To do:
When you reach the line containing "resistivity Ω·m, > 0 (non-magnetic conductor)." in the entries below, begin reproducing lines exactly, and stop once the line containing "const q = (Math.SQRT2" is done.

── Task inputs

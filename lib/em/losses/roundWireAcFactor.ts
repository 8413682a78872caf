/**
 * Exact skin-effect resistance ratio of an isolated straight round wire.
 */

import { requirePositive, requireNonNegative } from "../../errors.ts";
import { kelvinScaledInto } from "../../math/kelvin.ts";
import { checkNumbers } from "../inputs.ts";
import { skinDepthCore } from "./skinDepth.ts";


/**
 * R_ac/R_dc from q = √2·r/δ (hot path: no checks, no allocation). q ≥ 0.
 *
 * R_ac/R_dc = (q/2)·(ber q·bei′q − bei q·ber′q)/(ber′²q + bei′²q), evaluated with the Kelvin
 * functions scaled by e^{−q/√2} (the scale cancels), so it is finite for any q.
 */
export function acFactorFromQ(q: number): number {
  if (q === 0) return 1;
  const buf = new Float64Array(6);
  kelvinScaledInto(q, buf);
  const br = buf[0]!, bi = buf[1]!;
  const b1r = buf[2]!, b1i = buf[3]!;
  const dr = (b1r + b1i) * Math.SQRT1_2; // ber′
  const di = (b1i - b1r) * Math.SQRT1_2; // bei′
  return ((q / 2) * (br * di - bi * dr)) / (dr * dr + di * di);
}

/**
 * The input check of the round-wire loss functions: the wire's size (radius or diameter, m) and
 * its resistivity (Ω·m) finite and > 0, the frequency (Hz) finite and ≥ 0; throws
 * TanklightInputError naming the field under `where`.
 * @example checkRoundWire("roundWireAcFactor", "radius", 0.25e-3, 0, 1.7241e-8) // → undefined
 */
export function checkRoundWire(where: string, sizeField: string, size: number, f: number, resistivity: number): void {
  requirePositive(size, sizeField, "m", where);
  requirePositive(resistivity, "resistivity", "Ω·m", where);
  requireNonNegative(f, "f", "Hz", where);
  checkNumbers(where, [[sizeField, size, "positive"], ["f", f, "nonNegative"], ["resistivity", resistivity, "positive"]]);
}

/**
 * Exact AC-to-DC resistance ratio of an isolated straight round wire (skin effect only).
 *
 * With δ = √(ρ/(πfμ₀)) and q = √2·r/δ:
 * R_ac/R_dc = (q/2)·(ber q·bei′q − bei q·ber′q)/(ber′²q + bei′²q)
 * (the Kelvin-function form of Re[(ka/2)J₀(ka)/J₁(ka)], k = (1−j)/δ; Ramo, Whinnery & Van Duzer
 * §5.14; Terman, Radio Engineers' Handbook 1943 §2). Low frequency 1 + (r/δ)⁴/48 − …; high
 * frequency r/(2δ) + 1/4 + 3δ/(32r) + ….
 * @param radius bare conductor radius, m, > 0.
 * @param f frequency, Hz, ≥ 0 (0 → exactly 1).
 * @param resistivity conductor resistivity, Ω·m, > 0 (non-magnetic conductor).
 * @returns R_ac/R_dc, dimensionless, ≥ 1.
 * @example roundWireAcFactor(0.25e-3, 200e3, 1.7241e-8) // → 1.1504 (0.5 mm copper, 200 kHz)
 * @example roundWireAcFactor(0.25e-3, 0, 1.7241e-8) // → 1
 */
export function roundWireAcFactor(radius: number, f: number, resistivity: number): number {
  checkRoundWire("roundWireAcFactor", "radius", radius, f, resistivity);
  if (f === 0) return 1;
  const delta = skinDepthCore(f, resistivity);
  return acFactorFromQ((Math.SQRT2 * radius) / delta);
}

/**
 * Internal-inductance factor Y of an isolated straight round wire: Y = 2πL′_int/μ₀, exactly.
 *
 * From the same internal impedance as roundWireAcFactor: ωL′_int = Im Z′, giving with
 * q = √2·r/δ  Y = (ber q·ber′q + bei q·bei′q) / (q·(ber′²q + bei′²q))  — 1/4 at DC (uniform
 * current), → δ/(2r) at high frequency (Ramo, Whinnery & Van Duzer §5.14, Kelvin form). It is the
 * Y of the own-turn term μ₀a(ln(8a/r) − 2 + Y) (Rosa & Grover) without a fitted blend.
 * @param radius bare conductor radius, m, > 0.
 * @param f frequency, Hz, ≥ 0 (0 → exactly 1/4).
 * @param resistivity Ω·m, > 0 (non-magnetic conductor).
 * @returns Y, dimensionless, in (0, 1/4].
 * @example roundWireInternalInductanceFactor(0.25e-3, 200e3, 1.7241e-8) // → 0.2314
 */
export function roundWireInternalInductanceFactor(radius: number, f: number, resistivity: number): number {
  checkRoundWire("roundWireInternalInductanceFactor", "radius", radius, f, resistivity);
  if (f === 0) return 0.25;
  const q = (Math.SQRT2 * radius) / skinDepthCore(f, resistivity);
  // small q: ber′ = (ber₁ + bei₁)/√2 cancels to O(q³), so use the series Y = 1/4 − x⁴/384 + O(x⁸),
  // x = r/δ = q/√2 (checked against the exact fixture); at x < 0.05 the O(x⁸) rest is < 1e-14
  if (q < 0.05 * Math.SQRT2) return 0.25 - (q * q * q * q) / 1536;
  const buf = new Float64Array(6);
  kelvinScaledInto(q, buf);
  const br = buf[0]!, bi = buf[1]!;
  const b1r = buf[2]!, b1i = buf[3]!;
  const dr = (b1r + b1i) * Math.SQRT1_2;
  const di = (b1i - b1r) * Math.SQRT1_2;
  return (br * dr + bi * di) / (q * (dr * dr + di * di));
}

────

Exercise response:
 * @param resistivity Ω·m, > 0 (non-magnetic conductor).
 * @returns Y, dimensionless, in (0, 1/4].
 * @example roundWireInternalInductanceFactor(0.25e-3, 200e3, 1.7241e-8) // → 0.2314
 */
export function roundWireInternalInductanceFactor(radius: number, f: number, resistivity: number): number {
  checkRoundWire("roundWireInternalInductanceFactor", "radius", radius, f, resistivity);
  if (f === 0) return 0.25;
  const q = (Math.SQRT2 * radius) / skinDepthCore(f, resistivity);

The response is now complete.